Word for word, repeat each record that follows.

Saved entries:

%%

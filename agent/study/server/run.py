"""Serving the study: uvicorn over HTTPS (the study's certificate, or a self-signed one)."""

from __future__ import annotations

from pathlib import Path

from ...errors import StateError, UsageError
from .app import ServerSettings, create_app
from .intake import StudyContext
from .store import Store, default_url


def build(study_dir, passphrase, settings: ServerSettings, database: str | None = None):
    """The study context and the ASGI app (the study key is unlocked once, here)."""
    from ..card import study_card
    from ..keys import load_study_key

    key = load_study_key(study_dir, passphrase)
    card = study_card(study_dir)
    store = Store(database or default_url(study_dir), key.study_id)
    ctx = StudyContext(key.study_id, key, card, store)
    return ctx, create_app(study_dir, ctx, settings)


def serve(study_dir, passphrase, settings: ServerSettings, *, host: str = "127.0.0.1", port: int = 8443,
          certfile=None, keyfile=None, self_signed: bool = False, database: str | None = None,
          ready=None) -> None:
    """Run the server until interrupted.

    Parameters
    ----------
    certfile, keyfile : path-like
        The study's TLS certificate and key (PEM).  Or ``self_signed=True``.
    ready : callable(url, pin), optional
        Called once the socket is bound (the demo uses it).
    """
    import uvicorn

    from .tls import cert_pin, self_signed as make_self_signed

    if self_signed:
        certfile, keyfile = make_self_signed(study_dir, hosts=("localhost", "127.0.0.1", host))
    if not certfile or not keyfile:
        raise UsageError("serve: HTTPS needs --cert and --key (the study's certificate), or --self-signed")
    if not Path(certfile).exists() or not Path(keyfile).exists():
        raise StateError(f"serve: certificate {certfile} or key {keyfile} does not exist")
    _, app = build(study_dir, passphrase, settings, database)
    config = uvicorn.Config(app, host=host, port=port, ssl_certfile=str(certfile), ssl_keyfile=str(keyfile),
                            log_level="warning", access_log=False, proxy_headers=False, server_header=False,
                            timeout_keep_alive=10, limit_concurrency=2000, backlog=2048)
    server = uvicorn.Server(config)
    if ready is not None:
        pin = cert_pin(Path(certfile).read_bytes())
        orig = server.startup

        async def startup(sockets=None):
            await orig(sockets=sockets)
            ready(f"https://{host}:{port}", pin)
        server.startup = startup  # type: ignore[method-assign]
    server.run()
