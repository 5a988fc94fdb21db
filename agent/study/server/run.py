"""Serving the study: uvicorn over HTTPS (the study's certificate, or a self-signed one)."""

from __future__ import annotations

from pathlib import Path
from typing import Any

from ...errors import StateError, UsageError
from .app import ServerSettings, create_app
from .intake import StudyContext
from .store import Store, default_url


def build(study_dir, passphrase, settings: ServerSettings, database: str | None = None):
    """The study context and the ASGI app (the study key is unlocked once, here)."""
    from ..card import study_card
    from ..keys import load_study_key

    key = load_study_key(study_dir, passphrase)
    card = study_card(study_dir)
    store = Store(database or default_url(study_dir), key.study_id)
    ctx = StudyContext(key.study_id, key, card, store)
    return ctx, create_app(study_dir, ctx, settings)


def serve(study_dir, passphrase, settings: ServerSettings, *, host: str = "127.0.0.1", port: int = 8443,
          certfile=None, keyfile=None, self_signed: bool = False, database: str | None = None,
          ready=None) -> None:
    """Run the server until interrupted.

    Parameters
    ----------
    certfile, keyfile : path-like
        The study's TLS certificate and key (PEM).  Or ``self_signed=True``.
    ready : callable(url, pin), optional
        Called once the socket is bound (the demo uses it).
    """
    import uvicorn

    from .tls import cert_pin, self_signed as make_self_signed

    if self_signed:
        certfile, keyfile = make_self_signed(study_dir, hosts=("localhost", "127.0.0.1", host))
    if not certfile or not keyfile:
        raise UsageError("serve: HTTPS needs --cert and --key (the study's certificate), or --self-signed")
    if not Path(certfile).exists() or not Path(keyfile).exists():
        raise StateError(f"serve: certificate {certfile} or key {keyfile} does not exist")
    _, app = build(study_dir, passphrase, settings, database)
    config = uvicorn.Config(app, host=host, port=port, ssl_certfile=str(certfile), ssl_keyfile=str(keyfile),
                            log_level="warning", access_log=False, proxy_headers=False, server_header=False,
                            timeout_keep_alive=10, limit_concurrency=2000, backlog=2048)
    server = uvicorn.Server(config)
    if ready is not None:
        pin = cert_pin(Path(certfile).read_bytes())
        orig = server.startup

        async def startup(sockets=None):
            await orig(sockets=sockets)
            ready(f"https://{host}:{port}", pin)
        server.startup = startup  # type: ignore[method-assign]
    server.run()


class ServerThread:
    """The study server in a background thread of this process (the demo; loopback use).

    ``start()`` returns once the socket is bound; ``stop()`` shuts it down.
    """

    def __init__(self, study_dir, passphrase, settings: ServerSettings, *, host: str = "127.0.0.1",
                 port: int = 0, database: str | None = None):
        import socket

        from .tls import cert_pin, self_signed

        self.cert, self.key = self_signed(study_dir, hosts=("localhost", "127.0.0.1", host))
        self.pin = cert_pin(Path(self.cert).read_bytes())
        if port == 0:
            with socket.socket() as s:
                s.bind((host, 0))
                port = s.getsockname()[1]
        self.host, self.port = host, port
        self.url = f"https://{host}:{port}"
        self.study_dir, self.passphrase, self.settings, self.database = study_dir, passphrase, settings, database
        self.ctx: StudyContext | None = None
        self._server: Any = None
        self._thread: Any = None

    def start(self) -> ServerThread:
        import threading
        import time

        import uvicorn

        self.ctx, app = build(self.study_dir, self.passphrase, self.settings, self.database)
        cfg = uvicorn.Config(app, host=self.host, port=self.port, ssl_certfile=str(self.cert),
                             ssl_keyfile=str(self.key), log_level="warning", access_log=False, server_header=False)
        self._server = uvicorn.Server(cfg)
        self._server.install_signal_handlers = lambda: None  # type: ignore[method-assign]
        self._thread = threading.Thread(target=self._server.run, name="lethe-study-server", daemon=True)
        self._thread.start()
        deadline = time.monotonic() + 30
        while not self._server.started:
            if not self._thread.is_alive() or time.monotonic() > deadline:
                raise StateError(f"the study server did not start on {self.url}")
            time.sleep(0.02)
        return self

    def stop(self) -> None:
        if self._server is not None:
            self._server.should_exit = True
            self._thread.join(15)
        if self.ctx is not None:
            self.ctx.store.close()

%%

Written answer –
filename agent/study/server/run.py
"""Serving the study: uvicorn over HTTPS (the study's certificate, or a self-signed one)."""

from __future__ import annotations

from pathlib import Path

from ...errors import StateError, UsageError
from .app import ServerSettings, create_app
from .intake import StudyContext
from .store import Store, default_url


def build(study_dir, passphrase, settings: ServerSettings, database: str | None = None):
    """The study context and the ASGI app (the study key is unlocked once, here)."""
    from ..card import study_card
    from ..keys import load_study_key

    key = load_study_key(study_dir, passphrase)
    card = study_card(study_dir)
    store = Store(database or default_url(study_dir), key.study_id)
    ctx = StudyContext(key.study_id, key, card, store)
    return ctx, create_app(study_dir, ctx, settings)


def serve(study_dir, passphrase, settings: ServerSettings, *, host: str = "127.0.0.1", port: int = 8443,
          certfile=None, keyfile=None, self_signed: bool = False, database: str | None = None,
          ready=None) -> None:
    """Run the server until interrupted.

    Parameters
    ----------
    certfile, keyfile : path-like
        The study's TLS certificate and key (PEM).  Or ``self_signed=True``.
    ready : callable(url, pin), optional
        Called once the socket is bound (the demo uses it).
    """
    import uvicorn

    from .tls import cert_pin, self_signed as make_self_signed

    if self_signed:
        certfile, keyfile = make_self_signed(study_dir, hosts=("localhost", "127.0.0.1", host))
    if not certfile or not keyfile:
        raise UsageError("serve: HTTPS needs --cert and --key (the study's certificate), or --self-signed")
    if not Path(certfile).exists() or not Path(keyfile).exists():
        raise StateError(f"serve: certificate {certfile} or key {keyfile} does not exist")
    _, app = build(study_dir, passphrase, settings, database)
    config = uvicorn.Config(app, host=host, port=port, ssl_certfile=str(certfile), ssl_keyfile=str(keyfile),
                            log_level="warning", access_log=False, proxy_headers=False, server_header=False,
                            timeout_keep_alive=10, limit_concurrency=2000, backlog=2048)
    server = uvicorn.Server(config)
    if ready is not None:
        pin = cert_pin(Path(certfile).read_bytes())
        orig = server.startup

        async def startup(sockets=None):
            await orig(sockets=sockets)
            ready(f"https://{host}:{port}", pin)
        server.startup = startup  # type: ignore[method-assign]
    server.run()
repository 5a988fc94fdb21db
filename agent/study/server/run.py
"""Serving the study: uvicorn over HTTPS (the study's certificate, or a self-signed one)."""

from __future__ import annotations

from pathlib import Path
from typing import Any

from ...errors import StateError, UsageError
from .app import ServerSettings, create_app
from .intake import StudyContext
from .store import Store, default_url


def build(study_dir, passphrase, settings: ServerSettings, database: str | None = None):
    """The study context and the ASGI app (the study key is unlocked once, here)."""
    from ..card import study_card
    from ..keys import load_study_key

    key = load_study_key(study_dir, passphrase)
    card = study_card(study_dir)
    store = Store(database or default_url(study_dir), key.study_id)
    ctx = StudyContext(key.study_id, key, card, store)
    return ctx, create_app(study_dir, ctx, settings)


def serve(study_dir, passphrase, settings: ServerSettings, *, host: str = "127.0.0.1", port: int = 8443,
          certfile=None, keyfile=None, self_signed: bool = False, database: str | None = None,
          ready=None) -> None:
    """Run the server until interrupted.

    Parameters
    ----------
    certfile, keyfile : path-like
        The study's TLS certificate and key (PEM).  Or ``self_signed=True``.
    ready : callable(url, pin), optional
        Called once the socket is bound (the demo uses it).
    """
    import uvicorn

    from .tls import cert_pin, self_signed as make_self_signed

    if self_signed:
        certfile, keyfile = make_self_signed(study_dir, hosts=("localhost", "127.0.0.1", host))
    if not certfile or not keyfile:
        raise UsageError("serve: HTTPS needs --cert and --key (the study's certificate), or --self-signed")
    if not Path(certfile).exists() or not Path(keyfile).exists():
        raise StateError(f"serve: certificate {certfile} or key {keyfile} does not exist")
    _, app = build(study_dir, passphrase, settings, database)
    config = uvicorn.Config(app, host=host, port=port, ssl_certfile=str(certfile), ssl_keyfile=str(keyfile),
                            log_level="warning", access_log=False, proxy_headers=False, server_header=False,
                            timeout_keep_alive=10, limit_concurrency=2000, backlog=2048)
    server = uvicorn.Server(config)
    if ready is not None:
        pin = cert_pin(Path(certfile).read_bytes())
        orig = server.startup

        async def startup(sockets=None):
            await orig(sockets=sockets)
            ready(f"https://{host}:{port}", pin)
        server.startup = startup  # type: ignore[method-assign]
    server.run()


class ServerThread:
    """The study server in a background thread of this process (the demo; loopback use).

    ``start()`` returns once the socket is bound; ``stop()`` shuts it down.
    """

    def __init__(self, study_dir, passphrase, settings: ServerSettings, *, host: str = "127.0.0.1",
                 port: int = 0, database: str | None = None):
        import socket

        from .tls import cert_pin, self_signed

        self.cert, self.key = self_signed(study_dir, hosts=("localhost", "127.0.0.1", host))
        self.pin = cert_pin(Path(self.cert).read_bytes())
        if port == 0:
            with socket.socket() as s:
                s.bind((host, 0))
                port = s.getsockname()[1]
        self.host, self.port = host, port
        self.url = f"https://{host}:{port}"
        self.study_dir, self.passphrase, self.settings, self.database = study_dir, passphrase, settings, database
        self.ctx: StudyContext | None = None
        self._server: Any = None
        self._thread: Any = None

    def start(self) -> ServerThread:
        import threading
        import time

        import uvicorn

        self.ctx, app = build(self.study_dir, self.passphrase, self.settings, self.database)
        cfg = uvicorn.Config(app, host=self.host, port=self.port, ssl_certfile=str(self.cert),
                             ssl_keyfile=str(self.key), log_level="warning", access_log=False, server_header=False)
        self._server = uvicorn.Server(cfg)
        self._server.install_signal_handlers = lambda: None  # type: ignore[method-assign]
        self._thread = threading.Thread(target=self._server.run, name="lethe-study-server", daemon=True)
        self._thread.start()
        deadline = time.monotonic() + 30
        while not self._server.started:
            if not self._thread.is_alive() or time.monotonic() > deadline:
                raise StateError(f"the study server did not start on {self.url}")
            time.sleep(0.02)
        return self

    def stop(self) -> None:
        if self._server is not None:
            self._server.should_exit = True
            self._thread.join(15)
        if self.ctx is not None:
            self.ctx.store.close()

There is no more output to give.